The seminal African American arts collective pioneered a DIY approach to arts production while nurturing some of the era’s most inventive improvisers and composers, including several musicians who helped shape the Bay Area scene while teaching at Oakland’s Mills College, including Anthony Braxton, George Lewis and Roscoe Mitchell. “All of us engaged in very deep dialogues about art, and how you proceed in an environment that was essentially hostile to the art that you make,” Smith says.
Pianist Anthony Davis was an undergrad music student at Yale in the early 1970s when he started performing with Smith. The similarly ambitious composer is best known for operas like “X, The Life and Times of Malcolm X” and “Amistad,” and he joins the trumpeter on three sets at Create Festival, including a Golden Quintet performance focusing Smith’s 2016 double album “America’s National Parks” with bassist John Lindberg, cellist Ashley Walters, drummer Pheeroan akLaff and video artist Jesse Gilbert (the same cast as the album).
Davis, a professor of music at UC San Diego, is pleased but not surprised by Smith’s late-career creative deluge. “Wadada was always thinking in terms of bigger projects,” Davis says. “I always thought he was an amazing player and with a powerful concept of music formulated relatively early on. He always had such a strong musical presence. I think it’s a long overdue emergence to prominence.”
Smith’s remarkable output has brought him to the center of the jazz scene after decades on the periphery. The Jazz Journalists Association voted him 2017’s musician of the year and duo of the year for his work with Iyer, after Smith won trumpeter of the year in 2016.
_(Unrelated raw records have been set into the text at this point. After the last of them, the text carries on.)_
// One company with a job that touches every table, for the cascade tests.
import type { Db } from "@/db";
import * as s from "@/db/schema";

export async function buildCompany(db: Db, slug: string) {
  const [company] = await db.insert(s.companies).values({ name: `Co ${slug}`, slug }).returning();
  const user = async (role: s.Role, name: string) =>
    (
      await db
        .insert(s.users)
        .values({ companyId: company.id, email: `${name}@${slug}.example`, name, role })
        .returning()
    )[0];
  const owner = await user("owner", "owner");
  const auditor = await user("auditor", "auditor");
  const installer = await user("installer", "installer");
  const homeowner = await user("homeowner", "homeowner");
  const [client] = await db
    .insert(s.clients)
    .values({ companyId: company.id, userId: homeowner.id, name: "Client" })
    .returning();
  const [house] = await db
    .insert(s.houses)
    .values({
      companyId: company.id,
      clientId: client.id,
      street: "1 Test Row",
      city: "Testville",
      state: "NJ",
      postalCode: "07000",
      yearBuilt: 1930,
      stories: 2,
      conditionedAreaFt2: 1500,
      volumeFt3: 12000,
      bedrooms: 3,
      foundation: "basement",
    })
    .returning();
  const [job] = await db
    .insert(s.jobs)
    .values({ companyId: company.id, number: 1, houseId: house.id, clientId: client.id, title: "Job", auditorId: auditor.id, createdById: owner.id })
    .returning();
  await db.insert(s.jobCrew).values({ jobId: job.id, userId: installer.id });
  await db.insert(s.jobStageEvents).values({ jobId: job.id, toStage: "intake", byUserId: owner.id });
  await db.insert(s.heatingSystems).values({ jobId: job.id, fuel: "gas", efficiency: 0.8, fuelPriceCentsPerUnit: 140, label: "Furnace" });
  const [assembly] = await db.insert(s.assemblies).values({ companyId: company.id, name: "Wall", kind: "wall" }).returning();
  await db.insert(s.assemblyLayers).values({ assemblyId: assembly.id, position: 0, materialKey: "test-material" });
  const [jobAssembly] = await db
    .insert(s.assemblies)
    .values({ companyId: company.id, jobId: job.id, name: "North wall as found", kind: "wall" })
    .returning();
  const [wall] = await db
    .insert(s.surfaces)
    .values({ jobId: job.id, label: "North wall", kind: "wall", orientation: "N", grossAreaFt2: 300, existingAssemblyId: assembly.id, proposedAssemblyId: jobAssembly.id })
    .returning();
  const [window] = await db
    .insert(s.surfaces)
    .values({ jobId: job.id, label: "Window", kind: "window", orientation: "N", grossAreaFt2: 15, parentSurfaceId: wall.id })
    .returning();
  await db.insert(s.leakageTests).values({ jobId: job.id, phase: "test-in", cfm50: 3000, testedAt: new Date(), recordedById: auditor.id });
  const [item] = await db
    .insert(s.priceBookItems)
    .values({ companyId: company.id, code: "BAG", name: "Bag", kind: "material", unit: "bag", unitPriceCents: 1500 })
    .returning();
  const [upgrade] = await db
    .insert(s.upgrades)
    .values({ jobId: job.id, type: "dense-pack-walls", lifeYears: 30, priceBookItemId: item.id, params: { surfaceIds: [wall.id] } })
    .returning();
  const [proposal] = await db.insert(s.proposals).values({ jobId: job.id, taxRatePpm: 0 }).returning();
  await db.insert(s.proposalLineItems).values({
    proposalId: proposal.id,
    position: 0,
    priceBookItemId: item.id,
    upgradeId: upgrade.id,
    description: "Cellulose",
    quantity: 10,
    unit: "bag",
    unitPriceCents: 1500,
    totalCents: 15000,
  });
  const [log] = await db
    .insert(s.crewLogEntries)
    .values({ jobId: job.id, surfaceId: wall.id, userId: installer.id, clientRequestId: crypto.randomUUID(), loggedAt: new Date() })
    .returning();
  await db.insert(s.safetyAcknowledgements).values({ jobId: job.id, userId: installer.id, cautionKeys: ["dust"] });
  await db.insert(s.photos).values({
    companyId: company.id,
    jobId: job.id,
    surfaceId: wall.id,
    crewLogEntryId: log.id,
    tag: "before",
    storageKey: `${slug}/${crypto.randomUUID()}.jpg`,
    contentType: "image/jpeg",
    bytes: 1000,
    uploadedById: installer.id,
  });
  await db.insert(s.mailOutbox).values({ companyId: company.id, to: "c@example.test", subject: "Hi", text: "Hi", kind: "test", relatedJobId: job.id });
  await db.insert(s.authTokens).values({ userId: homeowner.id, purpose: "invite", tokenHash: crypto.randomUUID(), expiresAt: new Date() });
  await db.insert(s.activityLog).values({ companyId: company.id, userId: auditor.id, action: "job.create", entityType: "job", entityId: job.id });
  return { company, owner, auditor, installer, homeowner, client, house, job, assembly, jobAssembly, wall, window, item, upgrade, proposal };
}

export async function issueProposal(db: Db, f: Awaited<ReturnType<typeof buildCompany>>) {
  const [doc] = await db
    .insert(s.issuedDocuments)
    .values({
      companyId: f.company.id,
      jobId: f.job.id,
      kind: "proposal",
      version: 1,
      snapshot: { total: 15000 },
      contentHash: "abc",
      issuedById: f.auditor.id,
      proposalId: f.proposal.id,
    })
    .returning();
  await db.insert(s.acceptances).values({ issuedDocumentId: doc.id, name: "Client", documentHash: "abc", userId: f.homeowner.id });
  return doc;
}
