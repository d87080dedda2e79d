"use client";

import { useState } from "react";
import { climateFromEpw, EpwParseError, parseEpw, stations } from "@/calc";
import type { AssessmentDoc } from "@/lib/assessment/doc";
import { setAt, useAssessmentCtx } from "./context";
import { ChoiceField, NumField, TextField } from "./fields";

type Climate = NonNullable<AssessmentDoc["house"]["climate"]>;
const presence = [{ value: "unknown", label: "Unknown" }, { value: "present", label: "Present" }, { value: "absent", label: "Absent" }] as const;
const fuels = [
  { value: "natural-gas", label: "Natural gas (therm)" }, { value: "oil", label: "No. 2 oil (gallon)" }, { value: "propane", label: "Propane (gallon)" },
  { value: "electric-resistance", label: "Electric resistance (kWh)" }, { value: "heat-pump", label: "Heat pump (kWh)" },
] as const;

export function HouseSection() {
  const { doc, update, readOnly, pricesVisible } = useAssessmentCtx();
  const h = doc.house;
  const set = (path: (string | number)[], v: unknown) => update((d) => setAt(d, path, v));
  const [epwMessage, setEpwMessage] = useState<string | null>(null);
  const climateKind = h.climate?.source ?? "";
  const ceiling = h.ceilingHeightFt ?? null;

  async function onEpw(file: File) {
    try {
      const epw = parseEpw(await file.text());
      set(["house", "climate"], climateFromEpw(epw) satisfies Climate);
      setEpwMessage(`Read ${file.name}: heating degree days and design temperatures from its hourly dry-bulb.`);
    } catch (err) {
      setEpwMessage(err instanceof EpwParseError ? `That weather file could not be read: ${err.message}` : "That file is not an EPW weather file.");
    }
  }

  return (
    <section aria-labelledby="house-h" className="card isolate space-y-5">
      <h2 id="house-h" className="text-xl font-semibold text-spruce-800">House</h2>
      <div className="grid gap-4 sm:grid-cols-2 lg:grid-cols-3">
        <NumField path="house.yearBuilt" label="Year built" value={h.yearBuilt} onValue={(n) => set(["house", "yearBuilt"], n ?? Number.NaN)} />
        <NumField path="house.stories" label="Stories" value={h.stories} onValue={(n) => set(["house", "stories"], n ?? Number.NaN)} />
        <NumField path="house.bedrooms" label="Bedrooms" value={h.bedrooms} onValue={(n) => set(["house", "bedrooms"], n ?? Number.NaN)} />
        <NumField path="house.floorAreaFt2" label="Conditioned floor area (ft²)" value={h.floorAreaFt2} onValue={(n) => set(["house", "floorAreaFt2"], n ?? Number.NaN)} />
        <NumField path="house.ceilingHeightFt" label="Average ceiling height (ft)" value={ceiling} onValue={(n) => set(["house", "ceilingHeightFt"], n)} />
        <div>
          <NumField path="house.volumeFt3" label="Conditioned volume (ft³)" value={h.volumeFt3} onValue={(n) => set(["house", "volumeFt3"], n ?? Number.NaN)} />
          {!readOnly && ceiling ? (
            <button type="button" className="mt-1 text-sm font-semibold text-spruce-700 underline" onClick={() => set(["house", "volumeFt3"], Math.round(h.floorAreaFt2 * ceiling))}>
              Use floor area × ceiling height = {Math.round(h.floorAreaFt2 * ceiling).toLocaleString("en-US")} ft³
            </button>
          ) : null}
        </div>
        <ChoiceField path="house.foundation" label="Foundation" value={h.foundation} onValue={(v) => set(["house", "foundation"], v)} options={[{ value: "basement", label: "Basement" }, { value: "crawlspace", label: "Crawlspace" }, { value: "slab", label: "Slab" }, { value: "other", label: "Other" }]} />
        <ChoiceField path="house.shielding" label="Shielding from wind" value={h.shielding} onValue={(v) => set(["house", "shielding"], v)} options={[{ value: "well-shielded", label: "Well shielded" }, { value: "normal", label: "Normal" }, { value: "exposed", label: "Exposed" }]} />
        <NumField path="house.indoorTempF" label="Indoor design temperature (°F)" value={h.indoorTempF} onValue={(n) => set(["house", "indoorTempF"], n ?? Number.NaN)} />
        <NumField path="house.indoorRH" label="Indoor relative humidity (%)" value={Math.round(h.indoorRH * 1000) / 10} onValue={(n) => set(["house", "indoorRH"], n == null ? Number.NaN : n / 100)} />
      </div>

      <fieldset className="space-y-3">
        <legend className="font-semibold">Climate</legend>
        <ChoiceField path="house.climate" label="Where the degree days come from" value={climateKind} onValue={(v) => set(["house", "climate"], v === "station" ? { source: "station", wmo: stations[0]!.wmo } : v === "manual" ? { source: "manual", hdd65: 5000, heatingDesignTempF: 10, sourceText: "" } : h.climate)} options={[{ value: "station", label: "A weather station from the table" }, { value: "manual", label: "Typed in, with its source" }, { value: "epw", label: "An EPW weather file" }]} />
        {h.climate?.source === "station" ? (
          <ChoiceField path="house.climate.wmo" label="Weather station" value={h.climate.wmo} onValue={(v) => set(["house", "climate", "wmo"], v)} options={stations.map((s) => ({ value: s.wmo, label: `${s.name}, ${s.state} (${s.wmo}) — ${Math.round(s.hdd65).toLocaleString("en-US")} HDD65` }))} />
        ) : null}
        {h.climate?.source === "manual" ? (
          <div className="grid gap-4 sm:grid-cols-3">
            <NumField path="house.climate.hdd65" label="Heating degree days (65 °F)" value={h.climate.hdd65} onValue={(n) => set(["house", "climate", "hdd65"], n ?? Number.NaN)} />
            <NumField path="house.climate.heatingDesignTempF" label="Heating design temperature (°F)" value={h.climate.heatingDesignTempF} onValue={(n) => set(["house", "climate", "heatingDesignTempF"], n ?? Number.NaN)} />
            <TextField path="house.climate.sourceText" label="Source of these figures" value={h.climate.sourceText} onValue={(v) => set(["house", "climate", "sourceText"], v)} />
          </div>
        ) : null}
        {climateKind === "epw" || !readOnly ? (
          <div>
            <label className="field-label" htmlFor="epw-file">EPW weather file for the location</label>
            <input id="epw-file" type="file" accept=".epw,text/plain" disabled={readOnly} className="block text-sm" onChange={(e) => e.target.files?.[0] && void onEpw(e.target.files[0])} />
            {h.climate?.source === "epw" ? <p className="mt-1 text-sm text-ink-muted">In use: {h.climate.name}, {Math.round(h.climate.hdd65).toLocaleString("en-US")} HDD65, 99 % design {h.climate.heatingDesign99F.toFixed(1)} °F (from this one file, not a long-term handbook value).</p> : null}
            {epwMessage ? <p role="status" className="mt-1 text-sm">{epwMessage}</p> : null}
          </div>
        ) : null}
      </fieldset>

      <fieldset className="space-y-3">
        <legend className="font-semibold">Heating system</legend>
        <div className="grid gap-4 sm:grid-cols-2 lg:grid-cols-4">
          <ChoiceField path="heating.fuel" label="Fuel" value={doc.heating.fuel} options={fuels} onValue={(v) => update((d) => ({ ...d, heating: { ...d.heating, fuel: v, efficiency: v === "heat-pump" ? { kind: "hspf", value: 8.5 } : v === "electric-resistance" ? { kind: "cop", value: 1 } : d.heating.efficiency.kind === "afue" ? d.heating.efficiency : { kind: "afue", value: 0.8 } } }))} />
          <NumField path="heating.efficiency.value" label={doc.heating.efficiency.kind === "afue" ? "AFUE (fraction, e.g. 0.78)" : doc.heating.efficiency.kind.toUpperCase()} value={doc.heating.efficiency.value} onValue={(n) => set(["heating", "efficiency", "value"], n ?? Number.NaN)} />
          {pricesVisible ? <NumField path="heating.pricePerUnitUSD" label="Fuel price ($ per unit)" value={doc.heating.pricePerUnitUSD} onValue={(n) => set(["heating", "pricePerUnitUSD"], n ?? Number.NaN)} /> : null}
        </div>
      </fieldset>

      <fieldset className="space-y-3">
        <legend className="font-semibold">Hazards found</legend>
        <div className="grid gap-4 sm:grid-cols-3">
          <ChoiceField path="house.hazards.knobAndTube" label="Knob-and-tube wiring" value={h.hazards.knobAndTube} options={presence} onValue={(v) => set(["house", "hazards", "knobAndTube"], v)} />
          <ChoiceField path="house.hazards.vermiculite" label="Vermiculite fill" value={h.hazards.vermiculite} options={presence} onValue={(v) => set(["house", "hazards", "vermiculite"], v)} />
          <TextField path="house.hazards.combustionAppliances" label="Combustion appliances (comma-separated)" value={h.hazards.combustionAppliances.join(", ")} onValue={(v) => set(["house", "hazards", "combustionAppliances"], v.split(",").map((x) => x.trim()).filter(Boolean))} />
        </div>
        <p className="text-sm text-ink-muted">Found a hazard? Stop and follow local codes and licensed practice: an electrician for live knob-and-tube, an asbestos professional for vermiculite, combustion-safety testing after air sealing.</p>
      </fieldset>
    </section>
  );
}
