"use client";

import { useState } from "react";
import { builtInAssemblies, type AssemblyDef } from "@/calc";
import { AssemblyLibrary, LayerSection, LayerStackEditor } from "./layer-stack";
import { useAssessmentCtx } from "./context";

/** The job's own layer stacks (copies it can edit), and the library to copy them from. */
export function StacksSection({ companyLibrary }: { companyLibrary: AssemblyDef[] }) {
  const { doc, update, readOnly, units } = useAssessmentCtx();
  const [editing, setEditing] = useState<string | null>(doc.assemblies[0]?.key ?? null);
  const own = doc.assemblies as AssemblyDef[];
  const current = own.find((a) => a.key === editing);
  const add = (def: AssemblyDef) => {
    const key = own.some((a) => a.key === def.key) || builtInAssemblies.some((b) => b.key === def.key) ? `${def.key}-${own.length + 1}` : def.key;
    update((d) => ({ ...d, assemblies: [...d.assemblies, { ...structuredClone(def), key }] }));
    setEditing(key);
  };
  return (
    <section aria-labelledby="stacks-h" className="card isolate space-y-4">
      <h2 id="stacks-h" className="text-xl font-semibold text-spruce-800">Layer stacks</h2>
      <p className="text-sm text-ink-muted">Built-in stacks are used as they are. Clone one to change it for this house; surfaces then pick it by name.</p>
      {own.length ? (
        <div>
          <label htmlFor="stack-pick" className="field-label">This job’s layer stacks</label>
          <select id="stack-pick" className="field-input" value={editing ?? ""} onChange={(e) => setEditing(e.target.value)}>
            {own.map((a) => <option key={a.key} value={a.key}>{a.name}</option>)}
          </select>
        </div>
      ) : null}
      {current ? (
        <div className="grid gap-4 lg:grid-cols-[1fr_16rem]">
          <LayerStackEditor value={current} readOnly={readOnly} units={units} onChange={(next) => update((d) => ({ ...d, assemblies: d.assemblies.map((a) => (a.key === current.key ? { ...next, key: current.key } : a)) }))} />
          <LayerSection value={current} />
        </div>
      ) : null}
      {!readOnly ? <AssemblyLibrary builtIns={[...builtInAssemblies]} company={companyLibrary} units={units} onPick={(def) => add(def)} onClone={(copy) => add(copy)} /> : null}
    </section>
  );
}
While he’s been a scarce presence in the Bay Area in recent years, Smith has some deep local ties. Starting in the late 1990s, he and guitarist Henry Kaiser teamed up for Yo Miles!, releasing three double albums focusing on the seminal electric music of jazz icon Miles Davis. Kaiser plans to join the trumpeter for a quartet set Saturday at the festival, which Smith is producing himself with support from a Doris Duke Charitable Foundation fellowship.
In much the same way that his compositional vision continues to expand to the horizon, Smith created Create Festival as a vehicle to disseminate his ever-multiplying body of music. Launched in the spring, the event is based in New Haven, Conn., where he moved to be close to his four grandchildren after two decades on the faculty at Cal Arts.
“I thought about presenting it in L.A., but I performed at the Lab last year and really enjoyed the space,” Smith says. “It’ll always be in New Haven, because it’s nice to have something to do at home. Hopefully over the years, I can spread it out in various ways across the country. It’s difficult work because I’m playing so much each night, but it’s rewarding because I get a chance to expose a lot of different viewpoints.”